Data to process —

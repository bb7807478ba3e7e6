import { expect, test } from 'vitest';
import { checkRule } from '../testing/check-rule';
import { intoSpoilboard } from './into-spoilboard';

// The board's top is machine Z -200, work zero Z -182: the board begins 18 mm under Z zero, and the
// tip may go 1 mm into it.
const START = 'G21 G90 G17 G54\nT1 M6\nS18000 M3\nG43 H1\nG0 X100 Y100 Z5';

test('flags a cut deeper than the allowance, by how much', () => {
  checkRule(
    intoSpoilboard,
    {},
    `
${START}
G1 Z-19 F1000
G1 Z-19.3
   ^^^^^^ into-spoilboard: The tip goes 1.3 mm (0.0512 in) into the spoilboard, 0.3 mm (0.0118 in) more than the 1 mm (0.0394 in) allowed.
M30
`,
  );
});

test('sees a wrong length offset as a wrong depth', () => {
  // T6 is 98 mm long; under the offset of T5 (90 mm) its tip stands 8 mm lower than the program says.
  checkRule(
    intoSpoilboard,
    {},
    `
G21 G90 G17 G54
T6 M6
S18000 M3
G43 H5
G0 X100 Y100 Z20
G1 Z-11 F1000
G1 Z-12
   ^^^^ into-spoilboard
M30
`,
  );
});

test('flags a rapid that touches the board at all', () => {
  checkRule(
    intoSpoilboard,
    {},
    `
${START}
G1 Z-18.5 F1000
G0 X130
   ^^^^ into-spoilboard: The tip goes 0.5 mm (0.0197 in) into the spoilboard at rapid.
M30
`,
  );
});

test('allows through cuts within the allowance, the retract from them and drilling cycles', () => {
  checkRule(
    intoSpoilboard,
    {},
    `
${START}
G1 Z-18.3 F1000
G1 X300
G3 X310 Y110 I0 J10
G0 Z5
M5
T3 M6
S6000 M3
G43 H3
G0 X50 Y50 Z5
G98 G83 Z-18.8 R2 Q5 F300
X90
G80
G53 G0 Z0
M30
`,
  );
});

test('does not see the board where its area ends', () => {
  checkRule(
    intoSpoilboard,
    {},
    `
${START}
G0 X1220
G1 Z-25 F1000
G1 X1210
   ^^^^^ into-spoilboard
M30
`,
  );
});

test('judges a tool that is not in the list by its offset, and nothing without one', () => {
  const change = { offsets: { length: { 20: 95 } } };
  const found = checkRule(
    intoSpoilboard,
    change,
    `
G21 G90 G17 G54
T20 M6
S18000 M3
G43 H20
G0 X100 Y100 Z5
G1 Z-20 F1000
   ^^^^ into-spoilboard
M30
`,
  );
  expect(found).toHaveLength(1);
  checkRule(intoSpoilboard, change, '\nG21 G90 G17 G54\nG0 X100 Y100 Z5\nG1 Z-20 F1000\nM30\n');
});
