import { describe, expect, test } from 'vitest';
import { startCheck, type Place } from '../index';
import { eventsOf } from '../testing/events-of';
import { testSetup } from '../testing/test-shop';

const told = (program: string, change = {}) => eventsOf(program, change, ['programEnd', 'block']);

describe('how a program begins and ends', () => {
  test.each([
    ['G21\nM30\n', ['1 block', '2 end M30', '2 block']],
    ['G21\nM2\n%\n', ['1 block', '2 end M2', '2 block']],
    ['%\nG21\nM30\n%\n', ['2 block', '3 end M30', '3 block']],
    // Header comments before the opening sign, text behind it.
    ['(HEAD)\n% start\nO1 (X)\nG21\nM30\n%', ['3 block', '4 block', '5 end M30', '5 block']],
    ['G21\nM99', ['1 block', '2 end M99', '2 block']],
    // Nothing after the end is carried out; blocks there are told once.
    ['M30\nG0 X1\nG0 X2', ['1 end M30', '1 block', '2 1-6 text-after-end']],
    ['M30\n(NOTE)\n\n%', ['1 end M30', '1 block']],
    ['%\nG21\n%\nG0 X1', ['2 block', '3 end %', '4 1-6 text-after-end', '4 missing-end']],
    // What was called from above may stand after the end.
    [
      'M98 P5\nM30\nO5\nG0 X1\nM99',
      ['1 block', '3 block', '4 block', '5 block', '2 end M30', '2 block'],
    ],
    // A subprogram that nothing calls never runs.
    ['M30\nO5\nG0 X1\nM99', ['1 end M30', '1 block', '2 text-after-end']],
    ['G21\n\n(LAST)\n', ['1 block', '3 missing-end', '3 end end-of-text']],
    ['%\nG21', ['2 block', '2 cut-short percent', '2 missing-end', '2 end end-of-text']],
    [
      'G21\nG0 X',
      ['1 block', '2 4-5 cut-short last-block', '2 block', '2 missing-end', '2 end end-of-text'],
    ],
    [
      'G21\nG0 X\n',
      [
        '1 block',
        '2 4-5 unreadable-block no-number',
        '2 block',
        '2 missing-end',
        '2 end end-of-text',
      ],
    ],
    // No words at all.
    ['', ['1 empty-program', '1 end end-of-text']],
    ['\n\n(NOTHING)\n\n', ['3 empty-program', '3 end end-of-text']],
    ['%\nO1000\n%', ['2 block', '3 end %', '3 empty-program']],
  ])('%j', (program, events) => {
    expect(told(program)).toEqual(events);
  });

  test('an unreadable line is told and left out, and the walk goes on', () => {
    expect(eventsOf('G0 X1 Y\nG0 X2\nM30')).toEqual([
      '1 7-8 unreadable-block no-number',
      '2 rapid X0 Y0 Z0 → X32 Y0 Z0',
    ]);
  });

  test('a line longer than the controller takes is told, comments counted', () => {
    const long = { controller: { longestBlock: 10 } };
    expect(told('G0 X1 (ABC)\nM30', long)).toContain('1 long-block');
    expect(told('G0 X1 (AB)\nM30', long)).not.toContain('1 long-block');
  });
});

describe('block delete', () => {
  const program = 'G21\n/G0 X1\nN5 /G0 X2\nM30';

  test('a check asks for the text again, and skips on its second reading', () => {
    const check = startCheck(testSetup());
    const bytes = new TextEncoder().encode(program);
    check.push(bytes);
    expect(check.endOfText()).toBe('read-again');
    expect(check.linesRead).toBe(0);
    check.push(bytes);
    expect(check.endOfText()).toBe('done');
    expect(check.report({ name: 'x' }).program.lines).toBe(4);
  });

  test('a program without one is read once', () => {
    const check = startCheck(testSetup());
    check.push(new TextEncoder().encode('G21\nM30'));
    expect(check.endOfText()).toBe('done');
  });
});

describe('places', () => {
  function placesOf(program: string, letters: string): (Place | undefined)[] {
    const places: (Place | undefined)[] = [];
    const check = startCheck(testSetup(), {
      observe: () => [{ block: (state) => places.push(state.place({ letters })) }],
    });
    check.push(new TextEncoder().encode(program));
    check.endOfText();
    return places;
  }

  test.each([
    ['G0 X10 Y20', 'X', [4, 7]],
    ['G0 X10 Y20', 'XY', [4, 11]],
    ['G0 X10 Y20 ', 'block', [1, 11]],
    // No such word: the whole block.
    ['G0 X10 Y20', 'F', [1, 11]],
    // Columns count UTF-16 units, a tab one; a byte-order mark has none.
    ['(ø) X1', 'X', [5, 7]],
    ['(😀) X1', 'X', [6, 8]],
    ['\tX1', 'X', [2, 4]],
    ['\ufeffX1', 'X', [1, 3]],
  ])('in %j the words %s stand at %j', (program, letters, columns) => {
    expect(placesOf(program, letters)).toEqual([{ line: 1, columns }]);
  });

  test('nothing to underline is said by leaving the columns out', () => {
    expect(placesOf('G0 X1', 'none')).toEqual([{ line: 1 }]);
  });

  test('the place that set a state outlives its line', () => {
    const seen: unknown[] = [];
    const check = startCheck(testSetup(), {
      observe: () => [
        {
          programEnd: (_event, state) => {
            for (const what of ['distance', 'feed', 'units', 'motionMode', 'plane'] as const)
              seen.push([what, state.setAt(what)]);
          },
        },
      ],
    });
    const text = '(ø) G91\nG1 X1 F600\nG91 X1 F600\nG1 X1\nM30';
    check.push(new TextEncoder().encode(text));
    check.endOfText();
    expect(seen).toEqual([
      ['distance', { line: 1, columns: [5, 8] }],
      ['feed', { line: 2, columns: [7, 11] }],
      ['units', undefined],
      ['motionMode', { line: 2, columns: [1, 3] }],
      ['plane', undefined],
    ]);
  });
});

test('comments come decoded, messages without their mark', () => {
  const comments = eventsOf('(6 mm ø) G0 X1\n(msg, LOAD) ; end\nM30', {}, ['comment']);
  expect(comments).toEqual(['1 comment 6 mm ø', '2 message  LOAD', '2 comment  end']);
});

What you have to do — Reproduce, character for character, only the lines of the preceding data that start at the line with "expect(check.linesRead).toBe(0);" and end at the line with "describe('places', () =>", both included.

Exercise output —
    expect(check.linesRead).toBe(0);
    check.push(bytes);
    expect(check.endOfText()).toBe('done');
    expect(check.report({ name: 'x' }).program.lines).toBe(4);
  });

  test('a program without one is read once', () => {
    const check = startCheck(testSetup());
    check.push(new TextEncoder().encode('G21\nM30'));
    expect(check.endOfText()).toBe('done');
  });
});

describe('places', () => {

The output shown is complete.